Because the Foundation provides mostly the programming circuitry
for AFs in low metal layers 804, its lithography can be less
advanced and less expensive than that of the primary silicon layer
802A and facilitates fabrication of high voltage devices needed to
program AFs. Further, the thinness and hence the transparency of
the SOI layer facilitates precise alignment of patterning of
primary silicon layer 802A to the underlying patterning of base
substrate 814.
[0140] Having two layers of AF-programming devices, Foundation on
the bottom and Attic on the top, is an effective way to architect
AF-based FPGAs with two layers of AFs. The first AF layer low metal
layers 804 is close to the primary silicon base substrate 802 that
it configures, and its connections to it and to the Foundation
programming devices in base substrate 814 are directed downwards.
The second layer of AFs in configurable interconnect fabric 807 has
its programming connections directed upward towards Attic TFT layer
810. This way the AF connections to its programming circuitry
minimize routing congestion across layers 802, 804, 806, and
807.
[0141] FIGS. 9A through 9C illustrates prior art alternative
configurations for three-dimensional ("3D") integration of multiple
dies constructing IC system and utilizing Through Silicon Via. FIG.
9A illustrates an example in which the Through Silicon Via is
continuing vertically through all the dies constructing a global
cross-die connection. FIG. 9B provides an illustration of similar
sized dies constructing a 3D system. 9B shows that the Through
Silicon Via 404 is at the same relative location in all the dies
constructing a standard interface.
[0142] FIG. 9C illustrates a 3D system with dies having different
sizes. FIG. 9C also illustrates the use of wire bonding from all
three dies in connecting the IC system to the outside.
[0143] FIG. 10A is a drawing illustration of a continuous array
wafer of a prior art U.S. Pat. No. 7,337,425. The bubble 102 shows
the repeating tile of the continuous array, 104 are the horizontal
and vertical potential dicing lines (or dice lines). The tile 102
could be constructed as in FIG. 10B 102-1 with potential dicing
line 104-1 or as in FIG. 10C with SerDes Quad 106 as part of the
tile 102-2 and potential dicing lines 104-2.

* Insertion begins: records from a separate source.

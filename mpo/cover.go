package mpo

// graph is a bipartite graph in compressed rows: the right neighbours of left vertex u are adj[start[u]:start[u+1]].
type graph struct {
	right int // number of right vertices
	start []int32
	adj   []int32
}

func (g *graph) left() int { return len(g.start) - 1 }

// none marks an unmatched vertex and an unreached level.
const none = -1

// coverer finds minimum vertex covers. Its slices are kept from call to call; the results of cover are valid until the next.
type coverer struct {
	mateL, mateR []int32 // partner of each vertex or none
	level        []int32 // distance of a left vertex from the free ones along alternating paths
	next         []int32 // first edge of a left vertex not tried in this phase
	queue, path  []int32
	inL, inR     []bool
}

// cover returns the left and right vertices of a minimum vertex cover: a maximum matching by Hopcroft and Karp (1973), turned
// into a cover by Koenig's theorem. Of the covers of equal size it takes one that has as many left vertices as it can.
func (c *coverer) cover(g *graph) (inLeft, inRight []bool) {
	c.match(g)
	// Left vertices that alternating paths reach from free ones are left out; the right ones so reached are in.
	c.inL, c.inR = grow(c.inL, g.left()), grow(c.inR, g.right)
	for u := range c.inL {
		c.inL[u] = c.mateL[u] != none
	}
	clear(c.inR)
	c.queue = c.queue[:0]
	for u := range c.mateL {
		if c.mateL[u] == none {
			c.queue = append(c.queue, int32(u))
		}
	}
	for head := 0; head < len(c.queue); head++ {
		u := c.queue[head]
		for _, v := range g.adj[g.start[u]:g.start[u+1]] {
			if c.inR[v] {
				continue
			}
			c.inR[v] = true
			w := c.mateR[v] // matched, or the path would augment
			c.inL[w] = false
			c.queue = append(c.queue, w)
		}
	}
	return c.inL, c.inR
}

// match finds a maximum matching: a greedy start, then phases of shortest augmenting paths.
func (c *coverer) match(g *graph) (size int) {
	c.mateL, c.mateR = grow(c.mateL, g.left()), grow(c.mateR, g.right)
	c.level, c.next = grow(c.level, g.left()), grow(c.next, g.left())
	fill(c.mateL, none)
	fill(c.mateR, none)
	for u := range c.mateL {
		for _, v := range g.adj[g.start[u]:g.start[u+1]] {
			if c.mateR[v] == none {
				c.mateL[u], c.mateR[v] = v, int32(u)
				size++
				break
			}
		}
	}
	for c.layer(g) {
		copy(c.next, g.start)
		for u := range c.mateL {
			if c.mateL[u] == none && c.augment(g, int32(u)) {
				size++
			}
		}
	}
	return size
}

// layer sets the levels and reports whether an augmenting path exists.
func (c *coverer) layer(g *graph) bool {
	fill(c.level, none)
	c.queue = c.queue[:0]
	for u := range c.mateL {
		if c.mateL[u] == none {
			c.level[u] = 0
			c.queue = append(c.queue, int32(u))
		}
	}
	found := false
	for head := 0; head < len(c.queue); head++ {
		u := c.queue[head]
		for _, v := range g.adj[g.start[u]:g.start[u+1]] {
			switch w := c.mateR[v]; {
			case w == none:
				found = true
			case c.level[w] == none:
				c.level[w] = c.level[u] + 1
				c.queue = append(c.queue, w)
			}
		}
	}
	return found
}

// augment walks down the levels from the free left vertex u to a free right one and swaps the matching along the path. The
// walk keeps its own stack: paths may be as long as the graph.
func (c *coverer) augment(g *graph, u int32) bool {
	c.path = append(c.path[:0], u)
	for len(c.path) > 0 {
		u := c.path[len(c.path)-1]
		if c.next[u] == g.start[u+1] {
			c.level[u] = none
			c.path = c.path[:len(c.path)-1]
			continue
		}
		v := g.adj[c.next[u]]
		w := c.mateR[v]
		if w == none {
			for _, x := range c.path {
				y := g.adj[c.next[x]]
				c.mateL[x], c.mateR[y] = y, x
			}
			return true
		}
		if c.level[w] != c.level[u]+1 {
			c.next[u]++
			continue
		}
		c.path = append(c.path, w)
	}
	return false
}

func fill(s []int32, v int32) {
	for i := range s {
		s[i] = v
	}
}
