package mpo_test

import (
	"math/cmplx"
	"testing"

	"github.com/stretchr/testify/require"

	"rundle/internal/dense"
	"rundle/internal/exact"
	"rundle/mpo"
	"rundle/mpo/ladder"
)

// hamiltonian is a model written twice: as formulas, and as terms of the exact diagonalization.
type hamiltonian struct {
	name  string
	rungs int
	edge  ladder.Boundary
	parts []ladder.Part
	sites []exact.Site // of one rung
	terms []ladder.Term
	exact func(add func(coef complex128, namesAndSites ...any)) // without Hermitian conjugates
	real  bool
}

func hamiltonians() []hamiltonian {
	w := cmplx.Exp(0.35i)
	return []hamiltonian{
		{"fermion ladder with flux and pair hopping", 3, ladder.Open,
			[]ladder.Part{ladder.Leg("a", ladder.Fermion()), ladder.Leg("b", ladder.Fermion())},
			[]exact.Site{exact.Fermion(), exact.Fermion()},
			[]ladder.Term{{Formula: "-exp(0.35*i) c^+[a,j+1] c[a,j] + h.c."}, {Formula: "-0.6 c^+[b,j+1] c[b,j] + h.c."},
				{Formula: "0.7 c^+[a,j] c[b,j] + h.c."}, {Formula: "0.4*i c^+[a,j+1] c^+[b,j+1] c[b,j] c[a,j] + h.c."},
				{Formula: "1.3 n[a,j] n[b,j]"}},
			func(add func(complex128, ...any)) {
				for j := range 3 {
					a, b := 2*j, 2*j+1
					add(0.7, "c^+", a, "c", b)
					add(0.65, "n", a, "n", b)
					if j < 2 {
						add(-w, "c^+", a+2, "c", a)
						add(-0.6, "c^+", b+2, "c", b)
						add(0.4i, "c^+", a+2, "c^+", b+2, "c", b, "c", a)
					}
				}
			}, false},
		{"electron ring with pi flux", 3, ladder.Periodic,
			[]ladder.Part{ladder.Leg("a", ladder.Electron())}, []exact.Site{exact.Electron(true)},
			[]ladder.Term{{Formula: "-1.1 c_up^+[a,j+1] c_up[a,j] + h.c."}, {Formula: "0.8 c_down^+[a,j+1] c_down[a,j] + h.c."},
				{Formula: "3 n_up[a,j] n_down[a,j]"}, {Formula: "0.2 S^+[a,j] S^-[a,j+1] + h.c."}},
			func(add func(complex128, ...any)) {
				for j := range 3 {
					k := (j + 1) % 3
					add(-1.1, "c_up^+", k, "c_up", j)
					add(0.8, "c_down^+", k, "c_down", j)
					add(1.5, "n_up", j, "n_down", j)
					add(0.2, "S^+", j, "S^-", k)
				}
			}, true},
		{"pairing chain", 4, ladder.Open, []ladder.Part{ladder.Leg("a", ladder.Fermion())}, []exact.Site{exact.Fermion()},
			[]ladder.Term{{Formula: "-c^+[a,j+1] c[a,j] + 0.7*i c[a,j+1] c[a,j] + h.c."}, {Formula: "0.3 n[a,j]"}},
			func(add func(complex128, ...any)) {
				for j := range 4 {
					add(0.15, "n", j)
					if j < 3 {
						add(-1, "c^+", j+1, "c", j)
						add(0.7i, "c", j+1, "c", j)
					}
				}
			}, true},
		{"bosons", 4, ladder.Open, []ladder.Part{ladder.Leg("a", ladder.Boson(2))}, []exact.Site{exact.Boson(2)},
			[]ladder.Term{{Formula: "-b^+[a,j+1] n[a,j] b[a,j] + h.c."}, {Formula: "0.5 b^+[a,j]^2 b[a,j+1]^2 + h.c."}, {Formula: "2 n[a,j] (n[a,j] - 1)"}},
			func(add func(complex128, ...any)) {
				for j := range 4 {
					add(1, "n", j, "n", j)
					add(-1, "n", j)
					if j < 3 {
						add(-1, "b^+", j+1, "n", j, "b", j)
						add(0.5, "b^+", j, "b^+", j, "b", j+1, "b", j+1)
					}
				}
			}, true},
		{"transverse field", 5, ladder.Open, []ladder.Part{ladder.Leg("s", ladder.Spin(1))}, []exact.Site{exact.Spin(1)},
			[]ladder.Term{{Formula: "-4 S^x[s,j] S^x[s,j+1]"}, {Formula: "-2 S^z[s,j]"}},
			func(add func(complex128, ...any)) {
				for j := range 5 {
					add(-1, "S^z", j)
					if j < 4 {
						add(-2, "S^x", j, "S^x", j+1)
					}
				}
			}, true},
		{"spins one", 3, ladder.Periodic, []ladder.Part{ladder.Leg("s", ladder.Spin(2))}, []exact.Site{exact.Spin(2)},
			[]ladder.Term{{Formula: "S[s,j].S[s,j+1]"}, {Formula: "0.4 S^z[s,j]^2"}},
			func(add func(complex128, ...any)) {
				for j := range 3 {
					k := (j + 1) % 3
					add(0.5, "S^z", j, "S^z", k)
					add(0.5, "S^+", j, "S^-", k)
					add(0.2, "S^z", j, "S^z", j)
				}
			}, true},
		{"clock", 4, ladder.Open, []ladder.Part{ladder.Leg("k", ladder.Clock(3))}, []exact.Site{exact.Clock(3)},
			[]ladder.Term{{Formula: "-Z^+[k,j+1] Z[k,j] - 0.8 X[k,j] + h.c."}, {Formula: "-0.8 X[k,3] + h.c."}},
			func(add func(complex128, ...any)) {
				for j := range 3 {
					add(-1, "Z^+", j+1, "Z", j)
					add(-0.8, "X", j)
				}
				add(-0.8, "X", 3)
			}, true},
		{"fermions, bosons and spins", 2, ladder.Open,
			[]ladder.Part{ladder.Leg("a", ladder.Fermion()), ladder.Leg("b", ladder.Boson(1)), ladder.Leg("s", ladder.Spin(1))},
			[]exact.Site{exact.Fermion(), exact.Boson(1), exact.Spin(1)},
			[]ladder.Term{{Formula: "-c^+[a,j+1] c[a,j] (b[b,j] + b^+[b,j]) + h.c."}, {Formula: "0.9 S^+[s,j] S^-[s,j+1] n[b,j] + h.c."}},
			func(add func(complex128, ...any)) {
				add(-1, "c^+", 3, "c", 0, "b", 1)
				add(-1, "c^+", 3, "c", 0, "b^+", 1)
				add(0.9, "S^+", 2, "S^-", 5, "n", 1)
			}, true},
	}
}

// matrix is factor times the dense sum in the user's basis, plus its Hermitian conjugate; site 0 runs slowest.
func (h hamiltonian) matrix(t *testing.T, factor complex128) []complex128 {
	t.Helper()
	var sites []exact.Site
	for range h.rungs {
		sites = append(sites, h.sites...)
	}
	b, err := exact.NewBasis(sites, nil, nil)
	require.NoError(t, err)
	var terms []exact.Term
	h.exact(func(coef complex128, namesAndSites ...any) {
		terms = append(terms, exact.T(factor*coef, namesAndSites...))
	})
	m, err := b.Matrix(exact.WithAdjoints(terms...)...)
	require.NoError(t, err)
	out := make([]complex128, b.Dim()*b.Dim())
	for i := range b.Dim() {
		for j := range b.Dim() {
			out[i*b.Dim()+j] = m.At(i, j)
		}
	}
	return out
}

// stored brings a matrix in the user's basis into the frames.
func stored(l *ladder.Ladder, f *ladder.Frames, a []complex128) []complex128 {
	u, n := []complex128{1}, 1
	for i := range l.Sites() {
		v, d := f.Unitary(l, i), l.Site(i).Dim()
		w := make([]complex128, n*d*n*d)
		for x := range w {
			r, c := x/(n*d), x%(n*d)
			w[x] = u[r/d*n+c/d] * v[r%d*d+c%d]
		}
		u, n = w, n*d
	}
	left := make([]complex128, n*n)
	dense.Gemm(dense.NoTrans, dense.NoTrans, n, n, n, 1, u, n, a, n, 0, left, n)
	out := make([]complex128, n*n)
	dense.Gemm(dense.NoTrans, dense.ConjTrans, n, n, n, 1, left, n, u, n, 0, out, n)
	return out
}

func checkHamiltonian[T dense.Scalar](t *testing.T, want []complex128, s *ladder.Strings) {
	t.Helper()
	o, err := mpo.Build[T](s, mpo.Options{})
	require.NoError(t, err)
	got := o.Dense()
	require.Len(t, got, len(want))
	for i, x := range want {
		require.InDelta(t, 0, cmplx.Abs(x-dense.ToComplex(got[i])), 1e-13, "element %d", i)
	}
}

// Formula, algebra, frames, signs and operator together give the matrix of the exact diagonalization, which shares no code.
func TestHamiltonians(t *testing.T) {
	for _, h := range hamiltonians() {
		t.Run(h.name, func(t *testing.T) {
			l, err := ladder.New(h.rungs, h.edge, h.parts...)
			require.NoError(t, err)
			model, err := l.Hamiltonian(nil, h.terms...)
			require.NoError(t, err)
			a := h.matrix(t, 1)
			for _, opt := range []ladder.FrameOptions{{}, {Complex: true}, {NoRotation: true}, {Charges: []string{}}} {
				f, err := model.Frames(opt)
				require.NoError(t, err)
				s, err := f.Strings(model.Poly)
				require.NoError(t, err)
				want := stored(l, f, a)
				if opt.Charges == nil && !opt.Complex && !opt.NoRotation {
					require.Equal(t, h.real, s.Real)
				}
				if s.Real {
					checkHamiltonian[float64](t, want, s)
				}
				checkHamiltonian[complex128](t, want, s)
			}
		})
	}
}

// Operators that move charge, odd ones with their signs to the left end among them.
func TestChargedOperators(t *testing.T) {
	cases := []struct {
		model, formula, name string
		site                 int
	}{
		{"fermion ladder with flux and pair hopping", "c[b,1]", "c", 3},
		{"fermion ladder with flux and pair hopping", "c^+[a,0]", "c^+", 0},
		{"electron ring with pi flux", "c_down[a,2]", "c_down", 2},
		{"electron ring with pi flux", "S^-[a,1]", "S^-", 1},
		{"pairing chain", "c[a,2]", "c", 2},
		{"bosons", "b^+[a,3]", "b^+", 3},
		{"spins one", "S^+[s,1]", "S^+", 1},
		{"fermions, bosons and spins", "c[a,1]", "c", 3},
		{"fermions, bosons and spins", "S^-[s,1]", "S^-", 5},
	}
	for _, c := range cases {
		t.Run(c.model+"/"+c.formula, func(t *testing.T) {
			for _, h := range hamiltonians() {
				if h.name != c.model {
					continue
				}
				l, err := ladder.New(h.rungs, h.edge, h.parts...)
				require.NoError(t, err)
				model, err := l.Hamiltonian(nil, h.terms...)
				require.NoError(t, err)
				f, err := model.Frames(ladder.FrameOptions{})
				require.NoError(t, err)
				p, err := model.Scope.Polynomial(ladder.Term{Formula: c.formula})
				require.NoError(t, err)
				s, err := f.Strings(p)
				require.NoError(t, err)
				h.exact = func(add func(complex128, ...any)) { add(1, c.name, c.site) }
				a, b := h.matrix(t, 0.5), h.matrix(t, -0.5i) // the Hermitian parts: operator = a + i b
				for i := range a {
					a[i] += 1i * b[i]
				}
				checkHamiltonian[complex128](t, stored(l, f, a), s)
			}
		})
	}
}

[0144] In general, logic devices need varying amounts of logic,
memory, and I/O. The continuous array ("CA") of U.S. Pat. No.
7,105,871 allows flexible definition of the logic device size, yet
for any size the ratio between the three components remained fixed,
barring minor boundary effect variations. Further, there exist
other types of specialized logic that are difficult to implement
effectively using standard logic such as DRAM, Flash memory, DSP
blocks, processors, analog functions, or specialized I/O functions
such as SerDes. The continuous array of prior art does not provide
effective solution for these specialized yet not common enough
functions that would justify their regular insertion into CA
wafer.
[0145] Embodiments of the current invention enable a different and
more flexible approach. Additionally the prior art proposal for
continuous array were primarily oriented toward Gate Array and
Structured ASIC where the customization includes some custom masks.
In contrast, the current invention proposes an approach which could
fit well FPGA type products including options without any custom
masks. Instead of adding a broad variety of such blocks into the CA
which would make it generally area-inefficient, and instead of
using a range of CA types with different block mixes which would
require large number of expensive mask sets, the current invention
allows using Through Silicon Via to enable a new type of
configurable system.
[0146] The technology of "Package of integrated circuits and
vertical integration" has been described in U.S. Pat. No. 6,322,903
issued to Oleg Siniaguine and Sergey Savastiouk on Nov. 27, 2001.
Accordingly, embodiment of the current invention suggests the use
of CA tiles, each made of one type, or of very few types, of
elements. The target system is then constructed using desired
number of tiles of desired type stacked on top of each other and
connected with TSVs comprising 3D Configurable System.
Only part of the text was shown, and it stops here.